__GOAL OF THE EXERCISE__: Once the records have been read, set every one down as it stands.
# # # # # # #
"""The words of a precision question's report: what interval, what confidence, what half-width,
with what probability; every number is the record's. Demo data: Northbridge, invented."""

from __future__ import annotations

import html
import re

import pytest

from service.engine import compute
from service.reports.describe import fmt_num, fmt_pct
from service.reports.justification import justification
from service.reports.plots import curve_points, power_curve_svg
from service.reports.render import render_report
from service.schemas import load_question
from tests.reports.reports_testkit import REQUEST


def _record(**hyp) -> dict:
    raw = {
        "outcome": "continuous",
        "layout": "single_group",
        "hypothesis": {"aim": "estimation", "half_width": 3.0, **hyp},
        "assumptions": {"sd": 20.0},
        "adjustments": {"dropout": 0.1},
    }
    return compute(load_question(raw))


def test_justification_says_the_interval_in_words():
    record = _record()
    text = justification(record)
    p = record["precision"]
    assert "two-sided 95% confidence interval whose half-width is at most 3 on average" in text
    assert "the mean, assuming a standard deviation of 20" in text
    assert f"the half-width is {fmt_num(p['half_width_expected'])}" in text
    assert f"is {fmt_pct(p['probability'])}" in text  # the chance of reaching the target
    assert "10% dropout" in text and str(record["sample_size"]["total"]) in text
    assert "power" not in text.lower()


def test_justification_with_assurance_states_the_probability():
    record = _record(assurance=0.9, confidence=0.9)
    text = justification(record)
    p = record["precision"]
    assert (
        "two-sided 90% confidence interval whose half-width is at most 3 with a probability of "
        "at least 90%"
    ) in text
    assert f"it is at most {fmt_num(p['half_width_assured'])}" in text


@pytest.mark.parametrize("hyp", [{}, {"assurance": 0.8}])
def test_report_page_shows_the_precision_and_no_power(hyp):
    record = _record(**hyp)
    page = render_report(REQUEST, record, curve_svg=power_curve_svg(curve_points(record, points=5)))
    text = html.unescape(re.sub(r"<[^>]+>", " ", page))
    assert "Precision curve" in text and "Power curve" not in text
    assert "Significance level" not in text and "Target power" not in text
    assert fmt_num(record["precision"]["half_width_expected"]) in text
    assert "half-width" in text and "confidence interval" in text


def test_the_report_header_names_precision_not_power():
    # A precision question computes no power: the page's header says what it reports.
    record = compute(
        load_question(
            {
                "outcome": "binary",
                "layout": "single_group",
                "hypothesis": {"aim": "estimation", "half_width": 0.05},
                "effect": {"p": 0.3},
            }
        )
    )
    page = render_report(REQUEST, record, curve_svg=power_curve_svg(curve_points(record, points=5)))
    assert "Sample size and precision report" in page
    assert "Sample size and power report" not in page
# # # # # # #
__EXPECTED ANSWER__:
"""The words of a precision question's report: what interval, what confidence, what half-width,
with what probability; every number is the record's. Demo data: Northbridge, invented."""

from __future__ import annotations

import html
import re

import pytest

from service.engine import compute
from service.reports.describe import fmt_num, fmt_pct
from service.reports.justification import justification
from service.reports.plots import curve_points, power_curve_svg
from service.reports.render import render_report
from service.schemas import load_question
from tests.reports.reports_testkit import REQUEST


def _record(**hyp) -> dict:
    raw = {
        "outcome": "continuous",
        "layout": "single_group",
        "hypothesis": {"aim": "estimation", "half_width": 3.0, **hyp},
        "assumptions": {"sd": 20.0},
        "adjustments": {"dropout": 0.1},
    }
    return compute(load_question(raw))


def test_justification_says_the_interval_in_words():
    record = _record()
    text = justification(record)
    p = record["precision"]
    assert "two-sided 95% confidence interval whose half-width is at most 3 on average" in text
    assert "the mean, assuming a standard deviation of 20" in text
    assert f"the half-width is {fmt_num(p['half_width_expected'])}" in text
    assert f"is {fmt_pct(p['probability'])}" in text  # the chance of reaching the target
    assert "10% dropout" in text and str(record["sample_size"]["total"]) in text
    assert "power" not in text.lower()


def test_justification_with_assurance_states_the_probability():
    record = _record(assurance=0.9, confidence=0.9)
    text = justification(record)
    p = record["precision"]
    assert (
        "two-sided 90% confidence interval whose half-width is at most 3 with a probability of "
        "at least 90%"
    ) in text
    assert f"it is at most {fmt_num(p['half_width_assured'])}" in text


@pytest.mark.parametrize("hyp", [{}, {"assurance": 0.8}])
def test_report_page_shows_the_precision_and_no_power(hyp):
    record = _record(**hyp)
    page = render_report(REQUEST, record, curve_svg=power_curve_svg(curve_points(record, points=5)))
    text = html.unescape(re.sub(r"<[^>]+>", " ", page))
    assert "Precision curve" in text and "Power curve" not in text
    assert "Significance level" not in text and "Target power" not in text
    assert fmt_num(record["precision"]["half_width_expected"]) in text
    assert "half-width" in text and "confidence interval" in text


def test_the_report_header_names_precision_not_power():
    # A precision question computes no power: the page's header says what it reports.
    record = compute(
        load_question(
            {
                "outcome": "binary",
                "layout": "single_group",
                "hypothesis": {"aim": "estimation", "half_width": 0.05},
                "effect": {"p": 0.3},
            }
        )
    )
    page = render_report(REQUEST, record, curve_svg=power_curve_svg(curve_points(record, points=5)))
    assert "Sample size and precision report" in page
    assert "Sample size and power report" not in page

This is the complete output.